By Buster Keaton

Da Capo Press



My Wonderful World of Slapstick

Reviewed by Steven H Silver

In 1960, silent film comedian Buster Keaton worked with Charles Samuels to produce his autobiography, My Wonderful World of Slapstick. The book would present his view of his life and career, although in a mostly antiseptic way. He refers to some of the scandals that surrounded him and his personal life, but mostly focuses on his successes.

In many ways, the focus of Keaton's book is on his early years, when he was appearing with his parents as part of the Three Keatons and earning the attention of various groups like the Gerry Society. Keaton describes his act and his interactions with, primarily, his father and the various subterfuges they enlisted to get around child labor laws that were springing up. It is clear that Keaton was hurt more by the accusations that he was abused as a child and that his parents didn't treat him wellthan by any of the injuries he may have suffered as part of the act. The only injury he really details was one he did to his father and his discussion about its circumstances makes the reader wonder if there was more animosity towards his father than Keaton would permit himself to say. An interesting parallel that Keaton doesn't comment on is when he talks about breaking up the act and leaving his father alone on the west coast while he and his mother returned to the family home in Muskegon and later in the novel when his wife, Natalie Talmadge, took his sons and disappeared on him, indicating his own marriage was over. In the first instance, Keaton is depicted as acting resolutely and in the later as a victim.
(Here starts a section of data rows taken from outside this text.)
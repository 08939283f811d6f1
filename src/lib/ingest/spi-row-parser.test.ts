import { describe, expect, it } from 'vitest';
import { CANONICAL_PROFILE, type MappingProfile } from './mapping-profile';
import { batchToRows, type SpiRowBatch } from './spi-row-batch';
import { createSpiRowParser, parseSpiStream } from './spi-row-parser';

const HEADER =
	'board_serial,inspected_at,line,product,panel_index,refdes,pad,volume_pct,area_pct,height_um,offset_x_um,offset_y_um,result';
const T1 = '2026-03-02T08:00:00Z';
const T2 = '2026-03-02T08:00:20Z';
const row = (serial: string, time: string, refdes: string, extra = 'L1,PB-100,0') =>
	`${serial},${time},${extra},${refdes},1,100,100,120,0,0,pass`;

function run(text: string, profile: MappingProfile = CANONICAL_PROFILE, batchSize = 8192) {
	const parser = createSpiRowParser({ profile, fileName: 'memory.csv', batchSize });
	const batches: SpiRowBatch[] = [...parser.push(text), ...parser.end()];
	return {
		parser,
		batches,
		summary: parser.summary(),
		rows: batches.flatMap((b) => batchToRows(b, parser.boards()))
	};
}

describe('board grouping', () => {
	it('groups interleaved rows by serial + time', () => {
		const text = [
			HEADER,
			row('RB-A', T1, 'C1'),
			row('RB-B', T1, 'C1'),
			row('RB-A', T1, 'C2'),
			row('RB-A', T2, 'C1'), // same serial inspected again: a new board inspection
			row('RB-B', T1, 'C2')
		].join('\n');
		const { summary, rows } = run(text);
		expect(
			summary.boards.map((b) => [b.boardSerial, b.inspectedAtMs, b.aggregate.rows, b.firstLine])
		).toEqual([
			['RB-A', Date.UTC(2026, 2, 2, 8), 2, 2],
			['RB-B', Date.UTC(2026, 2, 2, 8), 2, 3],
			['RB-A', Date.UTC(2026, 2, 2, 8, 0, 20), 1, 5]
		]);
		expect(rows.map((r) => `${r.boardSerial}/${r.refdes}`)).toEqual([
			'RB-A/C1',
			'RB-B/C1',
			'RB-A/C2',
			'RB-A/C1',
			'RB-B/C2'
		]);
	});

	it('the same instant written with different offsets is one board', () => {
		const text = [
			HEADER,
			row('RB-A', '2026-03-02T09:00:00+01:00', 'C1'),
			row('RB-A', T1, 'C2')
		].join('\n');
		expect(run(text).summary.boards).toHaveLength(1);
	});

	it('rejects a row whose line or product disagrees with its board', () => {
		const text = [HEADER, row('RB-A', T1, 'C1'), row('RB-A', T1, 'C2', 'L2,PB-101,0')].join('\n');
		const { summary } = run(text);
		const of = 'than earlier rows of board RB-A inspected 2026-03-02T08:00:00.000Z';
		expect(summary.errors).toEqual([
			{ row: 3, column: 'line', message: `line "L2" differs from "L1" ${of}` },
			{ row: 3, column: 'product', message: `product "PB-101" differs from "PB-100" ${of}` }
		]);
	});
});
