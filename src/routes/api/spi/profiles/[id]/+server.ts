import { json } from '@sveltejs/kit';
import { ApiError, apiRoute, idParam, readJson } from '$lib/server/api';
import { getDb } from '$lib/server/db';
import { findProfile, saveProfile } from '$lib/server/ingest';

export const GET = apiRoute(({ params }) => {
	const id = idParam(params.id, 'mapping profile');
	const record = findProfile(getDb(), id);
	if (!record) throw new ApiError(404, { error: `No mapping profile ${id}.` });
	return json(record);
});

export const PUT = apiRoute(async ({ params, request }, actor) => {
	const id = idParam(params.id, 'mapping profile');
	return json(saveProfile(getDb(), id, await readJson(request), actor));
});
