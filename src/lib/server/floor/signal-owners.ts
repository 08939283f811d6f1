import { and, eq, inArray, isNull, lte } from 'drizzle-orm';
import type { Actor } from '$lib/access';
import { Refusal, type FieldProblem } from '$lib/errors';
import { recordAudit } from '../audit';
import type { Db } from '../db';
import { spcCharacteristics, spcFollowers, spcSignals, users } from '../db/schema';
import { sendMail } from '../mail';
import { publishFloorEvent } from './events';

/**
 * A refused assignment: unknown signal 404, acknowledged 409, unknown or inactive person 422. The
 * API's 422 answer is `{ errors: [{ field, message }] }` (its documented contract), others `{ error }`.
 */
export class AssignError extends Refusal {
	constructor(
		readonly status: 404 | 409 | 422,
		message: string,
		readonly field?: string
	) {
		super(message);
	}

	override get fieldProblems(): FieldProblem[] {
		return this.field ? [{ field: this.field, message: this.message }] : [];
	}

	override body(): Record<string, unknown> {
		if (this.status !== 422) return { error: this.message };
		return { errors: [{ field: this.field ?? 'userId', message: this.message }] };
	}
}

export interface SignalOwner {
	id: number;
	assignee: { id: number; name: string; email: string } | null;
	assignedAt: Date | null;
}

/** The owner of a signal, or undefined for an unknown signal. */
export function signalOwner(db: Db, id: number): SignalOwner | undefined {
	const row = db
		.select({
			id: spcSignals.id,
			assignedAt: spcSignals.assignedAt,
			userId: users.id,
			name: users.name,
			email: users.email
		})
		.from(spcSignals)
		.leftJoin(users, eq(users.id, spcSignals.assigneeUserId))
		.where(eq(spcSignals.id, id))
		.get();
	if (!row) return undefined;
	return {
		id: row.id,
		assignee: row.userId ? { id: row.userId, name: row.name!, email: row.email! } : null,
		assignedAt: row.assignedAt
	};
}

/**
 * Give an open signal an owner (a user id) or take it away (null); audited with the previous
 * owner. Assigning the owner it already has changes nothing and is not audited again.
 * @throws AssignError 404 unknown signal, 409 acknowledged, 422 unknown or inactive person.
 */
export function assignSignal(db: Db, id: number, userId: number | null, actor: Actor): SignalOwner {
	const signal = db
		.select({ id: spcSignals.id, ackAt: spcSignals.ackAt, assignee: spcSignals.assigneeUserId })
		.from(spcSignals)
		.where(eq(spcSignals.id, id))
		.get();
	if (!signal) throw new AssignError(404, `No signal with id ${id}.`);
	if (signal.ackAt) {
		throw new AssignError(
			409,
			`Signal ${id} was acknowledged at ${signal.ackAt.toISOString()}; it needs no owner.`
		);
	}
	if (userId !== null) {
		const user = db
			.select({ id: users.id, active: users.active })
			.from(users)
			.where(eq(users.id, userId))
			.get();
		if (!user) throw new AssignError(422, `No person with id ${userId}.`, 'userId');
		if (!user.active) throw new AssignError(422, `Person ${userId} is deactivated.`, 'userId');
	}
	if (signal.assignee === userId) return signalOwner(db, id)!;
	db.transaction((tx) => {
		tx.update(spcSignals)
			.set({ assigneeUserId: userId, assignedAt: userId === null ? null : new Date() })
			.where(eq(spcSignals.id, id))
			.run();
		recordAudit(tx, actor, {
			action: 'assign-signal',
			entity: 'spc-signal',
			entityId: id,
			before: { assigneeUserId: signal.assignee },
			after: { assigneeUserId: userId }
		});
	});
	publishFloorEvent({ kind: 'signal', what: 'assigned', signalIds: [id] });
	return signalOwner(db, id)!;
}

/** People a signal can be given to: active users who work on the floor, by name. */
export function assignableUsers(db: Db): { id: number; name: string; role: string }[] {
	return db
		.select({ id: users.id, name: users.name, role: users.role })
		.from(users)
		.where(
			and(
				eq(users.active, true),
				inArray(users.role, ['technician', 'quality', 'engineer', 'admin'])
			)
		)
		.orderBy(users.name)
		.all();
}

/** Escalation delay from SIGNAL_ESCALATE_MINUTES (default 60; 0 turns escalation off). */
export function escalateAfterMinutes(env: NodeJS.ProcessEnv = process.env): number {
	const raw = env.SIGNAL_ESCALATE_MINUTES?.trim();
	if (raw === undefined || raw === '') return 60;
	const n = Number(raw);
	// A typo must not silence escalation: only a clear 0 turns it off.
	return Number.isFinite(n) && n >= 0 ? n : 60;
}

/** Signals escalated per pass at most (the rest wait for the next pass). */
const ESCALATE_BATCH = 200;

/**
 * Mail every unacknowledged signal older than `afterMinutes` once: to its owner, else to the
 * chart's followers, else to every active quality and process engineer. One mail per person per
 * pass lists their signals; each signal is marked escalated (and audited) in the same
 * transaction as the outbox rows are written, so a signal is never escalated twice.
 * @returns the ids escalated.
 */
export async function escalateOverdueSignals(
	db: Db,
	afterMinutes: number,
	nowMs = Date.now()
): Promise<number[]> {
	if (!(afterMinutes > 0)) return [];
	const cutoff = new Date(nowMs - afterMinutes * 60_000);
	const due = db
		.select({
			id: spcSignals.id,
			rule: spcSignals.rule,
			createdAt: spcSignals.createdAt,
			pointKey: spcSignals.pointKey,
			characteristicId: spcSignals.characteristicId,
			chart: spcCharacteristics.name,
			ownerEmail: users.email
		})
		.from(spcSignals)
		.innerJoin(spcCharacteristics, eq(spcCharacteristics.id, spcSignals.characteristicId))
		.leftJoin(users, and(eq(users.id, spcSignals.assigneeUserId), eq(users.active, true)))
		.where(
			and(
				isNull(spcSignals.ackAt),
				isNull(spcSignals.escalatedAt),
				lte(spcSignals.createdAt, cutoff)
			)
		)
		.orderBy(spcSignals.id)
		.limit(ESCALATE_BATCH)
		.all();
	if (due.length === 0) return [];
	const followers = new Map<number, string[]>();
	for (const row of db
		.select({ chart: spcFollowers.characteristicId, email: users.email })
		.from(spcFollowers)
		.innerJoin(users, and(eq(users.id, spcFollowers.userId), eq(users.active, true)))
		.where(inArray(spcFollowers.characteristicId, [...new Set(due.map((d) => d.characteristicId))]))
		.all()) {
		followers.set(row.chart, [...(followers.get(row.chart) ?? []), row.email]);
	}
	const fallback = db
		.select({ email: users.email })
		.from(users)
		.where(and(eq(users.active, true), inArray(users.role, ['quality', 'engineer'])))
		.all()
		.map((u) => u.email);
	const byPerson = new Map<string, typeof due>();
	for (const s of due) {
		const to = s.ownerEmail ? [s.ownerEmail] : (followers.get(s.characteristicId) ?? fallback);
		for (const email of to) byPerson.set(email, [...(byPerson.get(email) ?? []), s]);
	}
	const ids = due.map((d) => d.id);
	db.transaction((tx) => {
		tx.update(spcSignals)
			.set({ escalatedAt: new Date(nowMs) })
			.where(inArray(spcSignals.id, ids))
			.run();
		recordAudit(tx, null, {
			action: 'escalate-signal',
			entity: 'spc-signal',
			entityId: ids.length === 1 ? ids[0] : null,
			after: { ids, afterMinutes, recipients: [...byPerson.keys()] }
		});
	});
	const origin = (process.env.ORIGIN ?? '').replace(/\/$/, '');
	for (const [email, signals] of byPerson) {
		const lines = signals.map((s) => {
			const age = Math.floor((nowMs - s.createdAt.getTime()) / 60_000);
			return `- ${s.chart}: rule ${s.rule} at ${s.pointKey}, open ${age} min — ${origin}/signals?status=open`;
		});
		await sendMail(db, {
			to: [email],
			kind: 'signal-escalation',
			subject: `Rollbead: ${signals.length} signal${signals.length === 1 ? '' : 's'} open for more than ${afterMinutes} min`,
			text:
				`These control chart signals have not been acknowledged within ${afterMinutes} minutes:\n\n` +
				lines.join('\n') +
				'\n\nAcknowledge each with its cause and action, or give it an owner, on the line view or the signals page.\n'
		});
	}
	publishFloorEvent({ kind: 'signal', what: 'escalated', signalIds: ids });
	return ids;
}

let escalationTimer: ReturnType<typeof setInterval> | null = null;

/** Check for overdue signals every minute (started from startup; a no-op when turned off). */
export function startSignalEscalation(db: Db, env: NodeJS.ProcessEnv = process.env): void {
	const minutes = escalateAfterMinutes(env);
	if (escalationTimer || minutes === 0) return;
	const check = () =>
		void escalateOverdueSignals(db, minutes).catch((err) =>
			console.error('[floor] signal escalation failed', err)
		);
	escalationTimer = setInterval(check, 60_000);
	escalationTimer.unref?.();
	check();
}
Since it is told from Keaton’s point of view, it is understandable to gloss over details which make Keaton look bad, although at times he does so at his own expense, since he can look foolish instead. This comes across particularly when discussing his divorce from Natalie Talmadge, who is never referred to by name in the book. In fact, Keaton doesn’t even acknowledge his connection to the Talmadge family, mentioning Natalie’s sister twice, although not in connection to himself, and referring to his wife and “two of her sisters,” implying that there were more than three siblings. Similarly, although Keaton discusses the incident in which Kathleen Key ransacked his dressing room, he doesn't mention her by name and his description of the incident makes him seem more guilty by what it leaves out.

One of the more interesting, and sad, revelations in My Wonderful World of Slapstick is Keaton’s opinion of his leading ladies. Although he had the opportunity to work with Sibyl Seeley, Virginia Fox, and Kathryn McGuire, he wrote “She was there so the villain and I would have something to fight about. The leading lady had to be fairly good-looking, and it helped some if she had a little acting ability. As far as I was concerned I didn’t insist that she have a sense of humor. There was always the danger that such a girl would laugh at a gag in the middle of a scene, which meant ruining it and having to remake it.” Perhaps if Keaton had built up a recurring working relationship with his leading ladies, as Harold Lloyd did with Bebe Daniels, Mildred Davis, and Jobyna Ralston, he would have seen the role as something more than a prop and a plot device, but his leading ladies were as interchangeable as his comment indicates.

One of the most pointed sections of the book is one in which he compares his own fortunes to those of other silent film comedians Charles Chaplin and Harold Lloyd. Even while pointing out how happy his is with his success, it feels as if he realizes that Lloyd may have been the most content of the three with his life following the silent films he made. At the same time his depiction of Chaplin as buying into the critics’ claims that he was a genius seems to be quite on point.

Despite its problems, and as long as the reader is willing to take Keaton's own viewpoint with a grain of salt, his discussion of the events of his life, his technique, and what he was trying to do offer insight into not only the days of Vaudeville and the silent film era, but also the transition from silent films to talkies and eventually to television. Keaton was the only one of the major silent comedians to make that transition. Chaplin made wonderful sound films but refused to go into television (and Keaton discusses Chaplin's reaction to television) and Lloyd simply retired from films, making only a few appearances on television as himself.

Keaton’s autobiography was written by Charles Samuels, who worked with Keaton on the book. Although generally written in the first person, at times it seems to slip into the third person, which is a little jarring. Because of the way Keaton glosses over so many things, even as the reader is vicariously enjoying living Keaton’s successful life, there is the constant reminder that Keaton is only telling part of the story. My Wonderful Life in Slapstick presents Buster Keaton as he wanted to be remembered and forms a pleasant starting place to understand the comedian and filmmaker, although more than sixty years of scholarship since its publication, as well as easy access to all of his greatest films, provides readers interested in Keaton with a more detailed and nuanced view of Keaton.